Answer :
To solve the given problem, we need to understand what the function [tex]\( C(F) = \frac{5}{9}(F - 32) \)[/tex] represents:
1. Identify the Purpose of the Function:
- The function [tex]\( C(F) \)[/tex] is used to convert a temperature value from degrees Fahrenheit (indicated by [tex]\( F \)[/tex]) to degrees Celsius.
2. Understanding the Notation:
- [tex]\( C(F) \)[/tex] indicates that the function uses [tex]\( F \)[/tex] (a temperature given in Fahrenheit) as an input and produces an output.
- The formula involves subtracting 32 from the Fahrenheit temperature and then multiplying the result by [tex]\(\frac{5}{9}\)[/tex], which is the standard formula to convert Fahrenheit to Celsius.
3. Analyze the Answer Choices:
- Choice 1: "C(F) represents the output of the function C in degrees Celsius when the input [tex]\( F \)[/tex] is in degrees Fahrenheit."
- This describes exactly what the function does: it converts temperatures from Fahrenheit to Celsius.
- Choice 2: "C(F) represents the output of the function [tex]\( F \)[/tex] in degrees Fahrenheit when the input [tex]\( C \)[/tex] is in degrees Celsius."
- This is incorrect because it reverses the roles of the variables and the conversion direction.
- Choice 3: "C(F) represents the output of the function [tex]\( C \)[/tex] in degrees Fahrenheit when the input [tex]\( F \)[/tex] is in degrees Gelsius."
- This contains a typo and also suggests the wrong temperature conversion direction.
- Choice 4: "C(F) represents the output of the function [tex]\( F \)[/tex] in degrees Celsius when the input [tex]\( C \)[/tex] is in degrees Fahrenheit."
- This option confuses the roles of the inputs and outputs; it does not describe the conversion correctly.
4. Conclusion:
- Based on the definitions and purpose of the function, the correct choice is the first one: "C(F) represents the output of the function C in degrees Celsius when the input [tex]\( F \)[/tex] is in degrees Fahrenheit."
This is the correct interpretation of what [tex]\( C(F) \)[/tex] represents, as it aligns with the function’s role in converting a Fahrenheit temperature to Celsius.
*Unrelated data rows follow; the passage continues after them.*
def test_what_was_achieved_becomes_the_direction_of_the_part_s_readings(client: TestClient, sample: Any) -> None:
    made = take(client, sample, make=True)["sample"]
    change = {
        "name": "B4",
        "target": {"by": "direction", "direction": "(0 0 1)"},
        "achieved": {"tilt": 1.2, "toward": "[0 1 0]", "sigma": 0.1},
        "tolerance": {"half_angle": 0.5},
    }
    answer = take(client, made, change=change)
    assert "not within what was allowed" in words(answer["form"])
    given = take(client, answer["sample"], give_readings=True)["sample"]
    moved = next(reading for reading in given["document"]["readings"] if reading.get("bar") == "B4")
    normal, along_b = vectors_of(client, sample, ["(0 0 1)", "[0 1 0]"])
    vector = np.array(moved["direction"]["xyz"])
    assert np.rad2deg(np.arccos(vector @ normal)) == pytest.approx(1.2, abs=1e-6)
    assert vector @ along_b > 0
    assert moved["direction_sigma"] == 0.1
    # B4 is a bar of the demonstration's readings; a part of another name has none.
    other = take(client, given, change={"name": "nameless"})["sample"]
    refused = post(client, other, give_readings=True)
    assert refused.status_code == 422
    assert refused.json()["error"]["field"] == "give_readings"


def test_the_next_sighting_is_named_with_its_dials(client: TestClient, sample: Any) -> None:
    stage = client.get("/api/stages").json()[0]
    mounted = Rotation.align_vectors([stage["sight"]], vectors_of(client, sample, ["(1 0 0)"]))[0].as_matrix()
    answer = take(client, sample, sightings=sight(client, sample, stage, mounted, ["(1 0 0)", "(1 1 0)"]))
    wanted = r"Sight n ?\([^)]+\) next: it decides the hand\. It will be at turn [+−]"
    assert re.search(wanted, words(answer["mounting"]))


def test_a_compensated_cut_keeps_its_value_over_temperature(client: TestClient, sample: Any) -> None:
    # A second, invented state of the same property at 395 K; the change between them is zero on a cone.
    document = sample["document"]
    key = document["properties"][0]["id"]
    hot = {**document["properties"][0], "id": "hot", "conditions": {"temperature": 395}}
    free = document["properties"][0]["tensor"]["free"]
    hot["tensor"] = {"free": {"11": free["11"] + 1.0, "13": free["13"], "22": free["22"] - 2.0, "33": free["33"] + 0.5}}
    store: Store = client.app.state.store  # type: ignore[attr-defined]
    kept = store.samples.get(sample["id"])
    properties = [*(entry.plain() for entry in kept.document.properties), hot]
    store.samples.save(sample["id"], change_document(kept.document, {"properties": properties}), kept.revision)
    page = client.get(f"/samples/{sample['id']}/cut")
    assert "change of Thermal conductivity per kelvin, 295 to 395 K" in page.text
    answer = client.post(
        f"/api/samples/{sample['id']}/cut/seek",
        json={
            "conditions": [
                {"property": f"rate:{key}:hot", "target": 0},
                {"property": key, "target": "max"},
            ]
        },
    )
    assert answer.status_code == 200, answer.text
    found = re.search(r'data-cut-vector="\[([^\]]+)\]', answer.json()["result"])
    assert found is not None
    vector = np.array([float(part) for part in found[1].split(",")])
    change = np.array([[1.0, 0, 0], [0, -2.0, 0], [0, 0, 0.5]])
    assert vector @ change @ vector == pytest.approx(0.0, abs=1e-9)


def test_cuts_that_no_other_beats_are_marked(client: TestClient, sample: Any) -> None:
    made = take(client, sample, make=True)
    rows = re.findall(r'<tr( class="unbeaten")?><th scope="row">(.*?)</th>', made["result"])
    marked = {words(name).replace("◆", "").strip() for chosen, name in rows if chosen}
    # Of one property, wished large, the best cut is the principal axis of the largest value, which b is.
    assert "p 1" in marked
    assert "[010]" in marked
    key = sample["document"]["properties"][0]["id"]
    small = take(client, made["sample"], wishes={key: "smallest"})
    rows = re.findall(r'<tr( class="unbeaten")?><th scope="row">(.*?)</th>', small["result"])
    assert {words(name).replace("◆", "").strip() for chosen, name in rows if chosen} == {"p 3"}


def test_a_finished_part_calibrates_the_saw(client: TestClient, sample: Any) -> None:
    stage = client.get("/api/stages").json()[0]
    mounted = Rotation.align_vectors([stage["sight"]], vectors_of(client, sample, ["(0 0 1)"]))[0].as_matrix()
    now = take(client, sample, make=True)["sample"]
    now = take(client, now, sightings=sight(client, sample, stage, mounted, ["(0 0 1)", "(0 1 1)"]))["sample"]
    for direction, toward in (("(0 0 1)", "[0 1 0]"), ("(0 1 1)", "[1 0 0]")):
        change = {
            "target": {"by": "direction", "direction": direction},
            "achieved": {"tilt": 0.5, "toward": toward},
            "edge": "[1 0 0]",
        }
        now = take(client, now, change=change)["sample"]
        answer = take(client, now, calibrate=True)
    kept = client.get("/api/stages").json()[0]["transfer"]
    assert len(kept) == 2
    for cut in kept:
        off = np.rad2deg(np.arccos(np.array(cut["wanted"]) @ np.array(cut["achieved"])))
        assert off == pytest.approx(0.5, abs=1e-6)
    assert answer["stage"]["id"] == stage["id"]


def test_a_wedge_is_told_apart_from_the_tilt(client: TestClient, sample: Any) -> None:
    made = take(client, sample, make=True)["sample"]
    text = words(take(client, made, change={"wedge": 0.1})["result"])
    # Across 5 mm a wedge of 0.1° makes 5 mm × tan 0.1° = 8.73 µm.
    assert "8.73 µm" in text
    assert "second face" in text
1. Identify the Purpose of the Function:
- The function [tex]\( C(F) \)[/tex] is used to convert a temperature value from degrees Fahrenheit (indicated by [tex]\( F \)[/tex]) to degrees Celsius.
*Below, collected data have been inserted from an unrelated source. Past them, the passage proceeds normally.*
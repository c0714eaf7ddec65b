from __future__ import annotations

from collections.abc import Callable
from datetime import UTC, datetime, timedelta
from itertools import count
from pathlib import Path
from typing import Any

import pytest

from app.store import Store, open_store
from app.store.document import SampleDocument, read_document


class SteppingClock:
    """A clock that is one minute later each time it is read."""

    def __init__(self) -> None:
        self._minutes = count()

    def __call__(self) -> datetime:
        return datetime(2031, 5, 4, 12, 0, tzinfo=UTC) + timedelta(minutes=next(self._minutes))


@pytest.fixture
def clock() -> SteppingClock:
    return SteppingClock()


@pytest.fixture
def folder(tmp_path: Path) -> Path:
    return tmp_path / "kept"


@pytest.fixture
def store(folder: Path, clock: SteppingClock) -> Store:
    return open_store(folder, clock)


@pytest.fixture
def document_data() -> dict[str, Any]:
    """A small invented document, every time new."""
    return {
        "name": "Boule 7",
        "crystal": {"cell": [9.83, 6.41, 7.27, 90, 107.4, 90], "group": "2/m"},
        "properties": [
            {
                "id": "k",
                "name": "Conductivity",
                "kind": "thermal_conductivity",
                "unit": "W/(m·K)",
                "tensor": {"free": {"11": 13.2, "13": 1.85, "22": 24.6, "33": 15.9}},
            },
            {
                "id": "a",
                "name": "Expansion",
                "kind": "thermal_expansion",
                "unit": "1e-6/K",
                "tensor": {"free": {"11": 5, "13": 1, "22": 6, "33": -7}},
            },
        ],
        "readings": [{"property": "k", "kind": "rod", "direction": "[0 1 0]", "value": 24.5, "sigma": 0.2}],
    }


@pytest.fixture
def document(document_data: dict[str, Any]) -> SampleDocument:
    return read_document(document_data)


@pytest.fixture
def renamed(document_data: dict[str, Any]) -> Callable[[str], SampleDocument]:
    """Make the document under another name: a change that is easy to tell."""
    return lambda name: read_document({**document_data, "name": name})
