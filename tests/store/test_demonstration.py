from __future__ import annotations

from pathlib import Path

import numpy as np
import pytest

from app.store import Store, open_store
from app.store.demonstration import demonstration_documents, seed
from app.store.document import SampleDocument


def test_an_empty_store_is_seeded_once_with_the_first_sample_on_top(folder: Path, store: Store) -> None:
    assert len(seed(store.samples)) == 2
    assert [line.name for line in store.samples.list()] == ["Demonstration crystal", "Second demonstration crystal"]
    assert seed(open_store(folder).samples) == ()
    for line in store.samples.list():
        store.samples.delete(line.sample_id)
    assert seed(store.samples) == ()


def test_a_store_with_work_in_it_is_not_seeded(store: Store, document: SampleDocument) -> None:
    store.samples.create(document)
    assert seed(store.samples) == ()
    assert len(store.samples.list()) == 1


def columns_of_the_cell(cell: tuple[float, ...]) -> np.ndarray:
    """a, b, c of a cell with α = γ = 90° as columns, x3 along c and x2 along b: plain trigonometry."""
    a, b, c, _, beta, _ = cell
    return np.array(
        [[a * np.sin(np.radians(beta)), 0, 0], [0, b, 0], [a * np.cos(np.radians(beta)), 0, c]],
    )


def unit_vector(columns: np.ndarray, text: str) -> np.ndarray:
    indices = np.array([float(index) for index in text.strip("[]()").split()])
    vector = columns @ indices if text.startswith("[") else np.linalg.inv(columns).T @ indices
    return vector / np.linalg.norm(vector)


@pytest.mark.parametrize(("which", "direction_sigma"), [(0, 0.7), (1, 1.0)])
def test_the_invented_readings_agree_with_the_invented_tensor(which: int, direction_sigma: float) -> None:
    # Invented data. Predictions by the definitions nᵀAn and 1/(nᵀA⁻¹n); a tilt's effect by a numerical derivative.
    document = demonstration_documents()[which]
    free = document.properties[0].tensor.free
    tensor = np.zeros((3, 3))
    for label, value in free.items():
        row, column = int(label[0]) - 1, int(label[1]) - 1
        tensor[row, column] = tensor[column, row] = value
    assert document.crystal.cell is not None
    columns = columns_of_the_cell(document.crystal.cell)

    def predict(kind: str, n: np.ndarray) -> float:
        return float(n @ tensor @ n if kind == "along" else 1 / (n @ np.linalg.inv(tensor) @ n))

    departures = []
    for reading in document.readings:
        n = unit_vector(columns, str(reading.direction))
        turned = [np.cross(axis, n) for axis in np.eye(3)]
        slopes = [(predict(reading.kind, n + 1e-5 * t) - predict(reading.kind, n - 1e-5 * t)) / 2e-5 for t in turned]
        assert reading.sigma is not None
        assert reading.direction_sigma == direction_sigma
        spread = np.hypot(reading.sigma, np.radians(direction_sigma) * np.linalg.norm(slopes))
        departures.append((reading.value - predict(reading.kind, n)) / spread)
    assert max(np.abs(departures)) < 3
    assert 0.3 < np.sqrt(np.mean(np.square(departures))) < 1.7


def test_the_samples_show_what_they_are_for() -> None:
    conductor, shrinker = demonstration_documents()
    values = conductor.properties[0].tensor.free
    assert min(values.values()) > 0
    assert {reading.kind for reading in conductor.readings} == {"along", "rod"}
    bars = [reading.bar for reading in conductor.readings]
    assert len(bars) == 14
    assert len(set(bars)) < len(bars)
    # Square roots of the covariance, in row order of the free cells 11, 13, 22, 33.
    covariance = conductor.properties[0].tensor.covariance
    assert covariance is not None
    assert np.allclose(np.sqrt(np.diag(covariance)), [0.08, 0.06, 0.2, 0.09])
    assert min(shrinker.properties[0].tensor.free.values()) < 0 < max(shrinker.properties[0].tensor.free.values())
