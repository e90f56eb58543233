import type { InputProblem } from '#common/schemas/problem.ts';
import type { LibraryRecord, ProjectRecord, ScenarioWithDocument } from './records.types.ts';

/** Base of everything a use case refuses on purpose. `code` is part of the API. */
export abstract class DomainError extends Error {
  abstract readonly code: string;
}

/** The thing does not exist, or not for this workspace: both look the same from outside. */
export class NotFoundError extends DomainError {
  readonly code = 'not-found';

  constructor() {
    super('There is nothing at this address, or it is not yours to see.');
  }
}

/** Nobody is signed in. */
export class UnauthenticatedError extends DomainError {
  readonly code: 'unauthenticated' | 'wrong-credentials';

  constructor(code: 'unauthenticated' | 'wrong-credentials' = 'unauthenticated') {
    super(code === 'unauthenticated' ? 'Sign in first.' : 'The e-mail address or the password is wrong.');
    this.code = code;
  }
}

/** Signed in, but the role does not allow it. */
export class ForbiddenError extends DomainError {
  readonly code: 'forbidden' | 'no-workspace' | 'cross-site';

  constructor(code: 'forbidden' | 'no-workspace' | 'cross-site', message: string) {
    super(message);
    this.code = code;
  }
}

export type Conflict =
  | { kind: 'project'; current: ProjectRecord }
  | { kind: 'scenario'; current: ScenarioWithDocument }
  | { kind: 'library-item'; current: LibraryRecord };

/** The row was changed since it was read; carries what is stored now. */
export class ConflictError extends DomainError {
  readonly code = 'conflict';
  readonly conflict: Conflict;

  constructor(conflict: Conflict) {
    super('It was changed since you read it. Nothing was stored; both versions are in this answer.');
    this.conflict = conflict;
  }
}

/** The input contradicts itself or the stored data; carries every problem found. */
export class InvalidInputError extends DomainError {
  readonly code = 'invalid-input';
  readonly problems: readonly InputProblem[];

  constructor(problems: readonly InputProblem[], options?: ErrorOptions) {
    super('Some of the input cannot be used.', options);
    this.problems = problems;
  }
}

/** Too many attempts in too short a time. */
export class LimitExceededError extends DomainError {
  readonly code = 'too-many-attempts';
  readonly retryAfterS: number;

  constructor(retryAfterS: number) {
    super(`Too many attempts. Try again in ${retryAfterS} s.`);
    this.retryAfterS = retryAfterS;
  }
}

/** The server has more work than it takes on at once. */
export class BusyError extends DomainError {
  readonly code = 'busy';
  readonly retryAfterS = 2;

  constructor() {
    super('The server is busy. Try again in a moment.');
  }
}
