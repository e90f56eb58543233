import type { FrameField, FrameLayout } from '#common/engine/link/exchange-plan.types.ts';

/** What the octets of a field are for; told by a pattern. */
export type OctetUse = 'synchronise' | 'address' | 'secure' | 'carry' | 'check';

const USES: Record<FrameField['id'], OctetUse> = {
  preamble: 'synchronise',
  sfd: 'synchronise',
  phr: 'synchronise',
  'frame-control': 'address',
  'sequence-number': 'address',
  'destination-pan': 'address',
  destination: 'address',
  'source-pan': 'address',
  source: 'address',
  'security-header': 'secure',
  'information-elements': 'address',
  command: 'carry',
  payload: 'carry',
  mic: 'secure',
  fcs: 'check',
  psdu: 'carry',
};

export interface DrawnField {
  field: FrameField;
  use: OctetUse;
  /** Places of its first and last octet on air, counted from 1. */
  first: number;
  last: number;
  /** Octets that are drawn; the rest is told in words. */
  drawn: number;
}

/** Octets of one field that are drawn one by one. */
export const MOST_OCTETS_DRAWN = 128;

/** The fields that have octets, with their places on air. */
export function drawnFields({ fields }: FrameLayout): DrawnField[] {
  let at = 0;
  return fields
    .filter(({ octets }) => octets > 0)
    .map((field) => {
      const first = at + 1;
      at += field.octets;
      return {
        field,
        use: USES[field.id],
        first,
        last: at,
        drawn: Math.min(Math.ceil(field.octets), MOST_OCTETS_DRAWN),
      };
    });
}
2. Understanding the Notation:
- [tex]\( C(F) \)[/tex] indicates that the function uses [tex]\( F \)[/tex] (a temperature given in Fahrenheit) as an input and produces an output.
- The formula involves subtracting 32 from the Fahrenheit temperature and then multiplying the result by [tex]\(\frac{5}{9}\)[/tex], which is the standard formula to convert Fahrenheit to Celsius.
3. Analyze the Answer Choices:
- Choice 1: "C(F) represents the output of the function C in degrees Celsius when the input [tex]\( F \)[/tex] is in degrees Fahrenheit."
- This describes exactly what the function does: it converts temperatures from Fahrenheit to Celsius.
- Choice 2: "C(F) represents the output of the function [tex]\( F \)[/tex] in degrees Fahrenheit when the input [tex]\( C \)[/tex] is in degrees Celsius."
- This is incorrect because it reverses the roles of the variables and the conversion direction.
- Choice 3: "C(F) represents the output of the function [tex]\( C \)[/tex] in degrees Fahrenheit when the input [tex]\( F \)[/tex] is in degrees Gelsius."
- This contains a typo and also suggests the wrong temperature conversion direction.
- Choice 4: "C(F) represents the output of the function [tex]\( F \)[/tex] in degrees Celsius when the input [tex]\( C \)[/tex] is in degrees Fahrenheit."
- This option confuses the roles of the inputs and outputs; it does not describe the conversion correctly.
4. Conclusion:
- Based on the definitions and purpose of the function, the correct choice is the first one: "C(F) represents the output of the function C in degrees Celsius when the input [tex]\( F \)[/tex] is in degrees Fahrenheit."
This is the correct interpretation of what [tex]\( C(F) \)[/tex] represents, as it aligns with the function’s role in converting a Fahrenheit temperature to Celsius.